[Stored records]
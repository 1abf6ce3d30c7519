/**
 * The calculation worker: runs in a worker thread of the server's pool (app/_server/calc-pool.ts), never
 * on the request thread. It is bundled to dist/calc-worker.mjs by scripts/bundle.mjs, so it must stay
 * free of Next- and Prisma-only imports: the input arrives with its templates already copied in, is
 * checked here with its planner's zod schema (lib/planners/registry.ts) and computed.
 */
import type { FieldErrors } from "../../lib/schemas/errors";
import { runPlanner, runPlannerPieces } from "../../lib/planners/run";
import { MAX_HELPERS, SharedBoard } from "../../lib/planners/shared-board";
import { isPlannerKind, plannerOf, type PlannerKind } from "../../lib/planners/registry";

export type Calculation = PlannerKind;

export interface CalcJob {
  kind: Calculation;
  input: unknown;
  /** One of the threads taking a planner's pieces (PlannerEntry.pieces) from a board in shared memory (calc-pieces.ts): helper 0 is the lead, 1 … a helper. */
  pieces?: { board: SharedArrayBuffer; helper: number };
}

/** A helper's answer: its pieces are on the board; the lead's answer is the whole one. */
export type HelperAnswer = { ok: true; helped: true };

export type CalcAnswer =
  /** The result as JSON text: serialised here, so the request thread only passes a string on. */
  | { ok: true; json: string }
  | { ok: false; status: 422; message: string; fieldErrors: FieldErrors }
  | { ok: false; status: 500; message: string; fieldErrors: FieldErrors };

function pieces(kind: Calculation, input: unknown, p: NonNullable<CalcJob["pieces"]>): CalcAnswer | HelperAnswer {
  const board = new SharedBoard(p.board, p.helper);
  if (p.helper > 0) {
    runPlannerPieces(plannerOf(kind), input, board, "helper");
    return { ok: true, helped: true };
  }
  const r = runPlannerPieces(plannerOf(kind), input, board, "lead");
  // The pool never withdraws a board: a lead that says it was replaced is a defect.
  if (!r.ok && "superseded" in r) return defect(new Error(r.message));
  if (!r.ok) return { ok: false, status: 422, message: r.message ?? "Some fields are not valid", fieldErrors: r.fieldErrors };
  return finished(r.value);
}

/** A model failure that is not an input error: a 500 that says it is a defect, with the model's words. */
function defect(e: unknown): CalcAnswer {
  const what = e instanceof Error ? e.message : String(e);
  return { ok: false, status: 500, message: `The model failed (${what}); this is a defect, please report it with the input`, fieldErrors: {} };
}

/** A finished result as JSON text, or a 500 where the model produced a number that is not finite. */
function finished(result: unknown): CalcAnswer {
  const bad = nonFinitePath(result);
  if (bad !== null) return { ok: false, status: 500, message: `The model produced a number that is not finite (at ${bad || "the top"}); this is a defect, please report it with the input`, fieldErrors: {} };
  return { ok: true, json: JSON.stringify(result) };
}

async function checked(kind: Calculation, input: unknown): Promise<CalcAnswer> {
  let r: Awaited<ReturnType<typeof runPlanner>>;
  try {
    r = await runPlanner(plannerOf(kind), input);
  } catch (e) {
    return defect(e);
  }
  if (!r.ok) return { ok: false, status: 422, message: r.message ?? "Some fields are not valid", fieldErrors: r.fieldErrors };
  return finished(r.result.result);
}

/** The path of the first NaN or ±Infinity in a result (JSON would silently turn it into null), else null. */
export function nonFinitePath(x: unknown): string | null {
  const path: (string | number)[] = [];
  return firstNonFinite(x, path) ? path.join(".") : null;
}

/** Whether x holds a non-finite number; if so, `path` is left holding the keys to the first one (built only then). */
function firstNonFinite(x: unknown, path: (string | number)[]): boolean {
  if (typeof x === "number") return !Number.isFinite(x);
  if (typeof x !== "object" || x === null) return false;
  if (Array.isArray(x)) {
    for (let i = 0; i < x.length; i++) {
      if (firstNonFinite(x[i], path)) {
        path.unshift(i);
        return true;
      }
    }
    return false;
  }
  for (const k in x) {
    if (!Object.prototype.hasOwnProperty.call(x, k)) continue;
    if (firstNonFinite((x as Record<string, unknown>)[k], path)) {
      path.unshift(k);
      return true;
    }
  }
  return false;
}

/** Piscina calls the default export with each job. */
export default function run(job: CalcJob): Promise<CalcAnswer | HelperAnswer> {
  if (!job || !isPlannerKind(job.kind)) return Promise.resolve({ ok: false, status: 422, message: "Unknown calculation", fieldErrors: {} });
  if (job.pieces) {
    const { board, helper } = job.pieces;
    if (!(board instanceof SharedArrayBuffer) || !Number.isInteger(helper) || helper < 0 || helper > MAX_HELPERS) return Promise.resolve({ ok: false, status: 422, message: "A piece's board must be shared memory and its helper one the board can name", fieldErrors: {} });
    try {
      return Promise.resolve(pieces(job.kind, job.input, job.pieces));
    } catch (e) {
      return Promise.resolve(defect(e));
    }
  }
  return checked(job.kind, job.input);
}
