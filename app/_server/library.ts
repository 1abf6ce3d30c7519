import "server-only";
import { getDb } from "./db";
import { defaultRuleSet, listTemplates } from "@/lib/db/templates";

/** Every template, as plain data, for the planner pages; plus the default rule set's name. */
export async function loadLibrary() {
  const db = await getDb();
  const [products, shippers, packs, routes, ruleSets, materials, def] = await Promise.all([
    listTemplates(db, "products"),
    listTemplates(db, "shippers"),
    listTemplates(db, "packs"),
    listTemplates(db, "routes"),
    listTemplates(db, "rulesets"),
    listTemplates(db, "materials"),
    defaultRuleSet(db),
  ]);
  const d = <T,>(xs: { data: T }[]) => xs.map((x) => x.data);
  return {
    products: d(products),
    shippers: d(shippers),
    packs: d(packs),
    routes: d(routes),
    ruleSets: d(ruleSets),
    materials: d(materials),
    defaultRuleSet: def?.data.name ?? ruleSets[0]?.data.name ?? "",
  };
}
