import "server-only";
import { getDb } from "./db";
import { runCalculation } from "./calc-pool";
import { resolvePlannerInput } from "@/lib/db/resolve";
import { planRequestSchema, savePlan } from "@/lib/db/plans";
import { fieldErrorsOf, type FieldErrors } from "@/lib/schemas/errors";
import type { Actor } from "@/lib/db/audit";

export type SavePlanOutcome = { ok: true; id: number } | { ok: false; status: 422 | 503 | 500; message: string; fieldErrors: FieldErrors };

/**
 * Saves a plan the one way, from a page or the API: check the request, copy in named templates, compute
 * the result in the worker pool (the result stored is the server's own), then store input and result.
 */
export async function computeAndSavePlan(body: unknown, actor: Actor): Promise<SavePlanOutcome> {
  const req = planRequestSchema.safeParse(body);
  if (!req.success) return { ok: false, status: 422, message: "Some fields are not valid", fieldErrors: fieldErrorsOf(req.error) };
  const db = await getDb();
  const resolved = await resolvePlannerInput(db, req.data.kind, req.data.input);
  if (!resolved.ok) return { ok: false, status: 422, message: "Some fields are not valid", fieldErrors: prefixed(resolved.fieldErrors) };
  const r = await runCalculation(req.data.kind, resolved.value);
  if (!r.ok) return { ok: false, status: r.status, message: r.message, fieldErrors: prefixed(r.fieldErrors) };
  const id = await savePlan(db, { kind: req.data.kind, name: req.data.name, input: resolved.value, result: JSON.parse(r.json) }, actor);
  return { ok: true, id };
}

const prefixed = (e: FieldErrors): FieldErrors => Object.fromEntries(Object.entries(e).map(([k, v]) => [k ? `input.${k}` : "input", v]));
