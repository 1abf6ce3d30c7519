import "server-only";
import { headers } from "next/headers";
import { NextResponse } from "next/server";
import { ACTOR_HEADER, DENIED, authMode, can, decodeActor, type Permission } from "@/lib/db/auth-mode";
import type { Actor } from "@/lib/db/audit";

/**
 * The person behind this request: the actor the proxy verified (accounts mode), or null in a
 * single-user install. Works in server components, server actions and route handlers.
 */
export async function currentActor(): Promise<Actor> {
  if (authMode() === "none") return null;
  return decodeActor((await headers()).get(ACTOR_HEADER));
}

/** For server actions: the actor if allowed, else the message to show. */
export async function authorize(permission: Permission): Promise<{ ok: true; actor: Actor } | { ok: false; message: string }> {
  const actor = await currentActor();
  return can(authMode(), actor, permission) ? { ok: true, actor } : { ok: false, message: DENIED[permission] };
}

/** For route handlers: the actor if allowed, else a 401 (no session) or 403 (wrong role) response. */
export async function authorizeApi(permission: Permission): Promise<{ ok: true; actor: Actor } | { ok: false; response: NextResponse }> {
  const a = await authorize(permission);
  if (a.ok) return a;
  const status = (await currentActor()) ? 403 : 401;
  return { ok: false, response: NextResponse.json({ error: a.message }, { status }) };
}
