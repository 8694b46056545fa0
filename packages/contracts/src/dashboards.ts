import { z } from "zod";
import { brandSchema, channelSchema, marketSchema } from "./portfolio";
import { poolingFactorSchema, runSchema, runStatusSchema } from "./runs";

// The dashboards: Portfolio map, Brand comparison, Market desk, Channel sheet and
// Pooling review, all read from the current published run (the Pooling review from any
// finished run), and the analysts' flags on cell × channel estimates.
//
// Every dashboard response carries `run` (which run, when it was fitted, its trust mark
// and publish reason), `caution` (shown beside every profitability figure) and `flags`
// (the active flags on the cells in the response). A market manager gets only the cells
// of their markets, in every response and every CSV export.
//
// Routes (see apps/api/README.md):
//   GET  /api/dashboards/status                                 → DashboardStatus
//   GET  /api/dashboards/portfolio-map?channel=&market=         → PortfolioMap            (+ /export.csv)
//   GET  /api/dashboards/brand-comparison?market=               → BrandComparison         (+ /export.csv)
//   GET  /api/dashboards/market-desk?market=                    → MarketDesk              (+ /export.csv?table=estimates|changes|plans)
//   GET  /api/dashboards/channel-sheet/:cellId/:channel         → ChannelSheet            (+ /export.csv?table=response-curve|carry-over|contribution|profit-draws)
//   GET  /api/dashboards/pooling-review?run=                    → PoolingReview           (+ /export.csv?table=estimates|pooling-factors|outliers)
//   GET  /api/flags?status=active|cleared|all&market=&cell=&channel= → Flag[]             (+ /api/flags/export.csv)
//   POST /api/flags                 (CreateFlagInput)           → Flag (201)
//   POST /api/flags/:flagId/clear   (ClearFlagInput)            → Flag
// When no run has been published yet, the dashboard routes answer 404 (not_found) and
// /api/dashboards/status tells whether the first fit is running and how far it is.

// ---------------------------------------------------------------------------------
// Shared pieces
// ---------------------------------------------------------------------------------

/**
 * A posterior interval of a cost per new customer (or any positive quantity): median,
 * 90 % (q05–q95) and 50 % (q25–q75) central intervals, and the mean. q25/q75 are null
 * where only a 90 % summary is stored (the no-pooling comparison).
 */
export const cacIntervalSchema = z.object({
  mean: z.number(),
  q05: z.number(),
  q25: z.number().nullable(),
  q50: z.number(),
  q75: z.number().nullable(),
  q95: z.number(),
});
export type CacInterval = z.infer<typeof cacIntervalSchema>;

/** Which cost per new customer a figure is. */
export const cacBasisKinds = ["low_spend", "average_recent", "marginal"] as const;
export const cacBasisSchema = z.object({
  kind: z.enum(cacBasisKinds),
  /** Weeks of the average (average_recent): the last `weeks` fitted weeks; null otherwise. */
  weeks: z.number().int().nullable(),
  /** Plain words, e.g. "average CAC over the last 13 fitted weeks (spend ÷ contribution)". */
  label: z.string(),
});
export type CacBasis = z.infer<typeof cacBasisSchema>;

/** Weeks of the average CAC used for the chance of profit and the "current spend" (model.md default). */
export const RECENT_WEEKS = 13;

/**
 * The shrinkage mark: how far pooling moved a cell's estimate toward its group
 * (shrinkage 0 = not moved, 1 = all the way). "outside" is a ratio below 0 or above 1
 * (shown as such, never clipped). Thresholds are our own convention for the mark.
 */
export const shrinkageMarks = ["little", "moderate", "strong", "outside"] as const;
export type ShrinkageMark = (typeof shrinkageMarks)[number];
export const shrinkageMarkThresholds = { moderate: 0.25, strong: 0.5 } as const;
export const shrinkageMarkLabels: Record<ShrinkageMark, string> = {
  little: "Pooling moved it little",
  moderate: "Pooling moved it moderately",
  strong: "Pooling moved it strongly",
  outside: "Moved past the group or away from it (ratio outside 0–1)",
};
export function shrinkageMarkOf(shrinkage: number | null): ShrinkageMark | null {
  if (shrinkage === null || !Number.isFinite(shrinkage)) return null;
  if (shrinkage < 0 || shrinkage > 1) return "outside";
  if (shrinkage >= shrinkageMarkThresholds.strong) return "strong";
  if (shrinkage >= shrinkageMarkThresholds.moderate) return "moderate";
  return "little";
}

/** How pooling changed one cell × channel estimate (null fields without the no-pooling comparison). */
export const poolingMoveSchema = z.object({
  /** (m_unpooled − m_pooled)/(m_unpooled − m_group) of log β; not clipped. */
  shrinkage: z.number().nullable(),
  shrinkageMark: z.enum(shrinkageMarks).nullable(),
  /** Median pooled CAC0 ÷ median no-pooling CAC0 (0.8: pooling lowered the cost per customer by 20 %). */
  medianRatio: z.number().nullable(),
});
export type PoolingMove = z.infer<typeof poolingMoveSchema>;

// ---------------------------------------------------------------------------------
// Flags
// ---------------------------------------------------------------------------------

export const flagKinds = ["data_problem", "real_difference", "needs_lift_test"] as const;
export const flagKindSchema = z.enum(flagKinds, { message: `Choose the kind of flag: ${flagKinds.join(", ")}` });
export type FlagKind = z.infer<typeof flagKindSchema>;
export const flagKindLabels: Record<FlagKind, string> = {
  data_problem: "Data problem",
  real_difference: "Real difference",
  needs_lift_test: "Needs a lift test",
};

const userRefSchema = z.object({ id: z.string(), name: z.string() });

/**
 * An analyst's flag on one cell × channel. Flags belong to the cell and channel, not to
 * a run: they show on every run's screens until cleared; a cleared flag stays in the
 * history. At most one flag per cell × channel is active: a new one clears the old.
 */
export const flagSchema = z.object({
  id: z.string(),
  cellId: z.string(),
  brandId: z.string(),
  marketId: z.string(),
  brand: z.string(),
  market: z.string(),
  /** Channel code (as in the runs' results). */
  channel: z.string(),
  channelName: z.string(),
  kind: flagKindSchema,
  note: z.string(),
  /** The run under review when the flag was raised, if any. */
  runId: z.string().nullable(),
  createdAt: z.string(),
  createdBy: userRefSchema.nullable(),
  active: z.boolean(),
  clearedAt: z.string().nullable(),
  clearedBy: userRefSchema.nullable(),
});
export type Flag = z.infer<typeof flagSchema>;

export const FLAG_NOTE_MIN_LENGTH = 3;
export const FLAG_NOTE_MAX_LENGTH = 2000;

/** POST /api/flags (analysts and admins). */
export const createFlagInput = z.object({
  cellId: z.string("Choose the cell").trim().min(1, "Choose the cell"),
  channel: z.string("Choose the channel").trim().min(1, "Choose the channel"),
  kind: flagKindSchema,
  note: z
    .string("Write a note on why you flag this estimate")
    .trim()
    .min(FLAG_NOTE_MIN_LENGTH, `Write a note of at least ${FLAG_NOTE_MIN_LENGTH} characters on why you flag this estimate`)
    .max(FLAG_NOTE_MAX_LENGTH, `Keep the note under ${FLAG_NOTE_MAX_LENGTH} characters`),
  /** The run being reviewed; optional. */
  runId: z.string().trim().min(1).optional(),
});
export type CreateFlagInput = z.infer<typeof createFlagInput>;

/** POST /api/flags/:flagId/clear (analysts and admins); the note goes to the audit log. */
export const clearFlagInput = z.object({
  note: z.string().trim().max(FLAG_NOTE_MAX_LENGTH, `Keep the note under ${FLAG_NOTE_MAX_LENGTH} characters`).optional(),
});
export type ClearFlagInput = z.infer<typeof clearFlagInput>;

export const flagStatuses = ["active", "cleared", "all"] as const;

// ---------------------------------------------------------------------------------
// Status: is there a published run, is the first fit running?
// ---------------------------------------------------------------------------------
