describe("fitPortfolio options and hooks", () => {
  it("gives the same result for the same seed", async () => {
    const options = { chains: 1, warmup: 30, draws: 30, seed: 5, unpooled: false, retryAtHigherAcceptance: false };
    const a = await fitPortfolio(data, options);
    const b = await fitPortfolio(data, options);
    expect(a.cells).toEqual(b.cells);
    expect(a.channels).toEqual(b.channels);
    const c = await fitPortfolio(data, { ...options, seed: 6 });
    expect(c.cells[0]!.cac0.mean).not.toBe(a.cells[0]!.cac0.mean);
  });

  it("skips the no-pooling comparison with unpooled: false", async () => {
    const calls: { spec: ModelSpec; settings: SamplerSettings }[] = [];
    const r = await fitPortfolio(data, { chains: 1, warmup: 20, draws: 20, unpooled: false }, { runChains: recordingRunner(calls) });
    expect(calls.every((c) => c.spec.kind === "portfolio-pooled")).toBe(true);
    expect(r.diagnostics.unpooled).toBeNull();
    expect(r.timing.unpooledSeconds).toBe(0);
    expect(r.cells.every((c) => c.cac0Unpooled === null && c.shrinkage === null && !c.outlier && c.outlierReason === null)).toBe(true);
    expect(r.poolingFactors).toEqual([]);
    expect(r.drawSet.drawCount).toBe(20);
    expect(r.diagnostics.reasons.every((reason) => reason.startsWith("Pooled model: "))).toBe(true);
  });

  it("runs a model again at target acceptance 0.9 when its first run has divergences after warm-up", async () => {
    const calls: { spec: ModelSpec; settings: SamplerSettings }[] = [];
    const progress: FitProgress[] = [];
    // the first run is made to report one divergence; the rerun is left as it is
    const runner: RunChains = async (spec, settings, onProgress, signal) => {
      calls.push({ spec, settings });
      const chains = await runChainsInThread(spec, settings, onProgress, signal);
      if (calls.length === 1) chains[0]!.divergent[0] = 1;
      return chains;
    };
    const r = await fitPortfolio(data, { chains: 1, warmup: 20, draws: 20, unpooled: false }, { runChains: runner, onProgress: (p) => progress.push(p) });
    expect(calls.map((c) => c.settings.targetAcceptance)).toEqual([0.8, 0.9]);
    expect(r.diagnostics.pooled.attempts).toBe(2);
    expect(r.diagnostics.pooled.targetAcceptance).toBe(0.9);
    expect(r.diagnostics.pooled.warnings[0]).toMatch(/^The pooled model had \d+ divergent transitions? after warm-up at target acceptance 0\.8; it was run again at 0\.9/);
    expect(new Set(progress.map((p) => p.attempt))).toEqual(new Set([1, 2]));
  });

  it("does not run again when asked not to", async () => {
    const calls: { spec: ModelSpec; settings: SamplerSettings }[] = [];
    const runner: RunChains = async (spec, settings, onProgress, signal) => {
      calls.push({ spec, settings });
      const chains = await runChainsInThread(spec, settings, onProgress, signal);
      chains[0]!.divergent[0] = 1;
      return chains;
    };
    const r = await fitPortfolio(data, { chains: 1, warmup: 20, draws: 20, unpooled: false, retryAtHigherAcceptance: false }, { runChains: runner });
    expect(calls).toHaveLength(1);
    expect(r.diagnostics.pooled.divergences).toBeGreaterThanOrEqual(1);
    expect(r.diagnostics.trustworthy).toBe(false);
    expect(r.diagnostics.reasons.some((reason) => /divergent transition/.test(reason))).toBe(true);
  });

  it("stops when the signal aborts and rejects with FitCancelledError", async () => {
    const controller = new AbortController();
    let seen = 0;
    const fit = fitPortfolio(
      data,
      { chains: 2, warmup: 5000, draws: 5000 },
      {
        signal: controller.signal,
        onProgress: () => {
          if (++seen === 3) controller.abort();
        },
      },
    );
    await expect(fit).rejects.toBeInstanceOf(FitCancelledError);
    expect(seen).toBeLessThan(50); // stopped within a few progress reports, not after 20,000 iterations
  });

  it("rejects an already aborted signal before running anything", async () => {
    const calls: { spec: ModelSpec; settings: SamplerSettings }[] = [];
    const controller = new AbortController();
    controller.abort();
    await expect(fitPortfolio(data, { chains: 1, warmup: 10, draws: 10 }, { signal: controller.signal, runChains: recordingRunner(calls) })).rejects.toBeInstanceOf(FitCancelledError);
    expect(calls).toHaveLength(0);
  });

  it("rejects bad options and data with a RangeError before any chain runs", async () => {
    const calls: { spec: ModelSpec; settings: SamplerSettings }[] = [];
    const runner = recordingRunner(calls);
    await expect(fitPortfolio(data, { chains: 0 }, { runChains: runner })).rejects.toThrow(/chains must be an integer/);
    await expect(fitPortfolio(data, { model: { holdoutWeeks: 36 } }, { runChains: runner })).rejects.toThrow(/at least 8 weeks/);
    await expect(fitPortfolio(data, { model: { cacRange: { radio: [5, 50] } } }, { runChains: runner })).rejects.toThrow(/not in the data/);
    expect(calls).toHaveLength(0);
    expect(() => validateFitInput(data, { model: { maxLag: 0 } })).toThrow(RangeError);
    expect(() => validateFitInput(data, { chains: 2 })).not.toThrow();
  });
});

§ **TASK STATEMENT**
You are asked to count the lines of the records above in which the word "SavePlanOutcome" occurs, and to give only that number.

§ **REPLY**
2